Please copy out the entries below exactly, beginning with the line that contains "c.size_label == channel.size_label);" and ending with the line that contains "let mut lines = Vec::new();", and include nothing outside that span.

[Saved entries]
+ + +

/// Chains of channels between confluences and heads, split where the size label changes: each
/// chain follows a channel downstream while its downstream node has exactly one channel coming
/// in.
fn equal_size_runs<'a>(channels: &[&'a PlanChannel]) -> Vec<Vec<&'a PlanChannel>> {
    let mut inflow: HashMap<usize, usize> = HashMap::new();
    let mut leaving: HashMap<usize, usize> = HashMap::new();
    for (k, channel) in channels.iter().enumerate() {
        *inflow.entry(channel.to_node).or_default() += 1;
        leaving.insert(channel.from_node, k);
    }
    let mut runs = Vec::new();
    let mut used = vec![false; channels.len()];
    for (start, channel) in channels.iter().enumerate() {
        // A run starts at a head, below a confluence, or where the size changes.
        let above_one = inflow.get(&channel.from_node).copied().unwrap_or(0) == 1;
        let continues = above_one
            && channels
                .iter()
                .any(|c| c.to_node == channel.from_node && c.size_label == channel.size_label);
        if continues || used[start] {
            continue;
        }
        let mut run = vec![*channel];
        used[start] = true;
        let mut at = channel.to_node;
        while inflow.get(&at).copied().unwrap_or(0) == 1 {
            let Some(&next) = leaving.get(&at) else { break };
            if used[next] || channels[next].size_label != channel.size_label {
                break;
            }
            used[next] = true;
            run.push(channels[next]);
            at = channels[next].to_node;
        }
        runs.push(run);
    }
    runs
}

fn distance(a: [f64; 2], b: [f64; 2]) -> f64 {
    ((a[0] - b[0]).powi(2) + (a[1] - b[1]).powi(2)).sqrt()
}

fn wrap_words(text: &str, columns: usize) -> Vec<String> {
    let mut lines = Vec::new();
    let mut line = String::new();
    for word in text.split_whitespace() {
        if !line.is_empty() && line.chars().count() + 1 + word.chars().count() > columns {
            lines.push(std::mem::take(&mut line));
        }
        if !line.is_empty() {
            line.push(' ');
        }
        line.push_str(word);
    }
    if !line.is_empty() {
        lines.push(line);
    }
    lines
}

#[cfg(test)]
mod tests {
    use super::*;

    fn channel(from_node: usize, to_node: usize, x: f64, size: &str) -> PlanChannel {
        PlanChannel {
            from_node,
            to_node,
            from: [x, 0.0],
            to: [x + 1.0, 0.0],
            size_label: size.into(),
            flow_label: "0.01 m³/s".into(),
            width_mm: 0.5,
            flagged: false,
        }
    }

    #[test]
    fn runs_split_at_size_changes_and_confluences() {
        // 0 -> 1 -> 2 -> 3 (sizes 150, 150, 225) and 4 -> 2 (150): a confluence at node 2.
        let channels = [
            channel(0, 1, 0.0, "Ø150"),
            channel(1, 2, 1.0, "Ø150"),
            channel(2, 3, 2.0, "Ø225"),
            channel(4, 2, 5.0, "Ø150"),
        ];
        let refs: Vec<&PlanChannel> = channels.iter().collect();
        let runs = equal_size_runs(&refs);
        let mut lengths: Vec<usize> = runs.iter().map(Vec::len).collect();
        lengths.sort_unstable();
        assert_eq!(lengths, vec![1, 1, 2], "runs {runs:?}");
    }

    #[test]
    fn a_60_m_site_fits_a3_at_1_to_200_and_prints_the_caution() {
        let input = PlanInput {
            title: "garden".into(),
            units: "m".into(),
            areas: vec![PlanArea {
                kind: PlanAreaKind::Outline,
                ring: vec![[0.0, 0.0], [60.0, 0.0], [60.0, 40.0], [0.0, 40.0]],
                label: String::new(),
            }],
            caution: "Concept design only".into(),
            ..PlanInput::default()
        };
        let svg = plan_svg(&input);
        // 60 m at 1:200 is 300 mm (fits 390 mm); at 1:100 it would be 600 mm (does not).
        assert!(svg.contains("scale 1:200"), "{svg}");
        assert!(svg.contains("Concept design only"));
        assert!(svg.contains(">N</text>"));
    }

    #[test]
    fn feet_are_drawn_at_their_length() {
        // 200 ft = 60.96 m: at 1:200 that is 304.8 mm, within the 390 mm frame.
        let input = PlanInput {
            units: "ft".into(),
            areas: vec![PlanArea {
                kind: PlanAreaKind::Outline,
                ring: vec![[0.0, 0.0], [200.0, 0.0], [200.0, 100.0]],
                label: String::new(),
            }],
            ..PlanInput::default()
        };
        assert!(plan_svg(&input).contains("scale 1:200"));
    }
}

+ + +

Completed exercise |
                .any(|c| c.to_node == channel.from_node && c.size_label == channel.size_label);
        if continues || used[start] {
            continue;
        }
        let mut run = vec![*channel];
        used[start] = true;
        let mut at = channel.to_node;
        while inflow.get(&at).copied().unwrap_or(0) == 1 {
            let Some(&next) = leaving.get(&at) else { break };
            if used[next] || channels[next].size_label != channel.size_label {
                break;
            }
            used[next] = true;
            run.push(channels[next]);
            at = channels[next].to_node;
        }
        runs.push(run);
    }
    runs
}

fn distance(a: [f64; 2], b: [f64; 2]) -> f64 {
    ((a[0] - b[0]).powi(2) + (a[1] - b[1]).powi(2)).sqrt()
}

fn wrap_words(text: &str, columns: usize) -> Vec<String> {
    let mut lines = Vec::new();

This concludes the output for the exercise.